El mundo es tan bonito y yo tengo tanta pena de morir, oye decir el niño José de Sousa a su abuela, tras la muerte del abuelo. Una frase memorable, casi un epitafio que bien podría ir en la tumba del nieto recientemente fallecido, porque refleja su modo de mirar y de asumir la existencia. Porque a pesar de las denuncias, de las estremecedoras preguntas lanzadas por Saramago en sus libros para remecer las conciencias dormidas del hombre moderno o posmoderno, se aprecia el amor a la vida, cualquiera sean sus circunstancias, cualquiera sea la condición humana. Aún en los momentos de mayor dificultad, salvará a sus personajes de la ignominia, del desamor, de la injusticia, sin condenarlos, sin culparlos, sin despreciarlos, sin caricaturizarlos, elevándolos a la categoría de héroes capaces de enfrentar su destino.
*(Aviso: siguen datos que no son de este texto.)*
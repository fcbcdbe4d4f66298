"""Hamling et al. (2008, Stat Med 27:954) effective counts."""

import numpy as np
import pytest
from scipy.stats import norm

import doseattr.core.curves.effective_counts as ec
from doseattr.core.curves.covariance import var_log_rr_from_ci
from doseattr.core.curves.effective_counts import effective_counts
from doseattr.errors import ModelError

Z95 = norm.ppf(0.975)


def _woolf(a, b, ref):
    """Woolf (1955): log OR_i and var = 1/A_i + 1/B_i + 1/A_0 + 1/B_0."""
    log_or = np.log(a * b[ref] / (a[ref] * b))
    return log_or, 1 / a + 1 / b + 1 / a[ref] + 1 / b[ref]


def test_reproduces_reported_rrs_and_ci_widths():
    """Definition (Hamling et al. 2008): the effective counts' crude ORs and Woolf
    CI widths equal the reported ones, here to 1e-6. Reported values are an
    invented, rounded table (inputs only)."""
    rr = np.array([1.00, 1.35, 1.80, 2.60])
    lo = np.array([np.nan, 1.02, 1.31, 1.85])
    hi = np.array([np.nan, 1.79, 2.47, 3.65])
    var = np.r_[np.nan, var_log_rr_from_ci(rr[1:], lo[1:], hi[1:])]
    cov = effective_counts(rr, var, ref=0, case_ratio=0.5, reference_share=0.4)
    assert cov.method == "effective-counts"
    log_or, woolf_var = _woolf(cov.pseudo_cases, cov.pseudo_totals, 0)
    np.testing.assert_allclose(np.exp(log_or), rr, rtol=1e-6)
    width = 2 * Z95 * np.sqrt(woolf_var[1:])
    np.testing.assert_allclose(width, np.log(hi[1:]) - np.log(lo[1:]), rtol=1e-6)
    a, b = cov.pseudo_cases, cov.pseudo_totals
    np.testing.assert_allclose(a.sum() / b.sum(), 0.5, rtol=1e-8)
    np.testing.assert_allclose(b[0] / b.sum(), 0.4, rtol=1e-8)
    np.testing.assert_allclose(cov.cov[0, 1], 1 / a[0] + 1 / b[0], rtol=1e-12)
    np.testing.assert_allclose(np.diag(cov.cov), var[1:], rtol=1e-12)


def test_recovers_the_counts_of_a_crude_table():
    """Source: Woolf (1955) variances of a crude table; given the table's own
    case ratio and reference share, the effective counts are its counts."""
    a = np.array([45.0, 60.0, 70.0, 90.0])
    b = np.array([110.0, 200.0, 120.0, 95.0])
    log_or, var = _woolf(a, b, ref=1)
    cov = effective_counts(np.exp(log_or), var, ref=1, case_ratio=a.sum() / b.sum(),
                           reference_share=b[1] / b.sum())
    np.testing.assert_allclose(cov.pseudo_cases, a, rtol=1e-8)
    np.testing.assert_allclose(cov.pseudo_totals, b, rtol=1e-8)
    assert cov.notes == ()


def test_incidence_rate_recovers_counts():
    """Source: Poisson variances var(log RR_i) = 1/A_i + 1/A_0; with the table's
    share of cases in the reference band the effective cases are the counts and
    the person-time is proportional to the observed one."""
    cases = np.array([30.0, 45.0, 60.0, 50.0])
    pt = np.array([1.0e4, 9.0e3, 8.0e3, 5.0e3])
    rr = (cases / pt) / (cases[0] / pt[0])
    cov = effective_counts(rr, 1 / cases + 1 / cases[0], ref=0, design="incidence-rate",
                           reference_share=cases[0] / cases.sum())
    np.testing.assert_allclose(cov.pseudo_cases, cases, rtol=1e-8)
    np.testing.assert_allclose(cov.pseudo_totals / cov.pseudo_totals[0], pt / pt[0], rtol=1e-8)
    np.testing.assert_allclose(cov.cov[0, 1], 1 / cases[0], rtol=1e-8)


def test_defaults_are_noted():
    a, b = np.array([60.0, 45.0, 70.0]), np.array([200.0, 110.0, 120.0])
    log_or, var = _woolf(a, b, 0)
    cov = effective_counts(np.exp(log_or), var, ref=0)
    assert cov.method == "effective-counts" and len(cov.notes) == 2
    np.testing.assert_allclose(cov.pseudo_cases.sum() / cov.pseudo_totals.sum(), 1.0,
                               rtol=1e-8)


def test_fallback_to_independent(monkeypatch):
    """When no counts are found the covariance falls back to independent with a
    note (the failure is forced here; the solver itself is checked above)."""
    def fail(*args):
        raise ModelError("no effective counts reproduce the case ratio")

    monkeypatch.setattr(ec, "_case_control", fail)
    cov = effective_counts([1.0, 1.5, 2.0], [np.nan, 0.04, 0.05], ref=0)
    assert cov.method == "independent"
    np.testing.assert_array_equal(cov.cov, np.diag([0.04, 0.05]))
    assert any("failed" in n for n in cov.notes)
    with pytest.raises(ModelError, match="case ratio"):
        effective_counts([1.0, 1.5, 2.0], [np.nan, 0.04, 0.05], ref=0, fallback=False)


def test_invalid_inputs():
    with pytest.raises(ModelError, match="reference_share"):
        effective_counts([1.0, 1.5], [np.nan, 0.04], ref=0, reference_share=1.5)
    with pytest.raises(ModelError, match="positive numbers"):
        effective_counts([1.0, 1.5], [np.nan, -0.04], ref=0)


def test_cumulative_incidence_uses_the_rate_form_with_a_note():
    """Risk ratios: with only ratios and CIs the group sizes are unknown, so the
    rate form (cov = 1/A_0) is used; it must equal the incidence-rate result."""
    rr, var = [1.0, 1.4, 2.1], [np.nan, 0.05, 0.06]
    risk = effective_counts(rr, var, ref=0, design="cumulative-incidence")
    rate = effective_counts(rr, var, ref=0, design="incidence-rate")
    np.testing.assert_allclose(risk.cov, rate.cov, rtol=1e-14)
    assert any("rare-disease" in n for n in risk.notes)
    with pytest.raises(ModelError, match="support"):
        effective_counts(rr, var, ref=0, design="nested")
El mundo es tan bonito y yo tengo tanta pena de morir , sintetiza el pensamiento del escritor y podría sellar su lápida como mensaje al mundo, como aviso impostergable para las nuevas generaciones de lectores y escritores que han perdido el amor por la vida en sus malas lecturas y en sus libros vacíos de contenido, movidos por el imperio creciente del mercantilismo. Saramago en Las pequeñas memorias habla de su familia y de sí mismo con la humildad del niño capaz de poner oídos a esta frase descomunal,   articulada por los adultos pertenecientes a generaciones muy anteriores a la suya,  y donde la voz del pueblo resume una verdad existencial ineludible. La transparencia existente en estas páginas del futuro escritor conmueven, inducen al lector a entrar a las inmediaciones de un mundo que se aleja, llevándose el candor y la profundidad filosófica existente en el fraseo, por tomar una frase de Dostoievsky, de los Humillados y ofendidos. Las pequeñas memorias de Saramago es una lluvia de agua fresca, un volver a las percepciones de la niñez, miradas desde la perspectiva del hombre maduro, conciente ahora de las maravillas del mundo.

Refiriéndose a la figura de su abuelo apuntará esta frase que se me antoja también para el bronce, para sellar la muerte de uno de los grandes escritores del siglo que se aleja:  Habla tan poco que todos nos callamos para oírlo cuando en el rostro se le enciende algo así como una luz de aviso (…)  Es un hombre como tantos otros en esta tierra, en este mundo, tal vez un Einstein aplastado bajo una montaña de imposibles, un filósofo, un gran escritor analfabeto. Algo que no podrá ser nunca

 

Miguel de Loyola – Santiago de Chile – 18 de junio de 2010.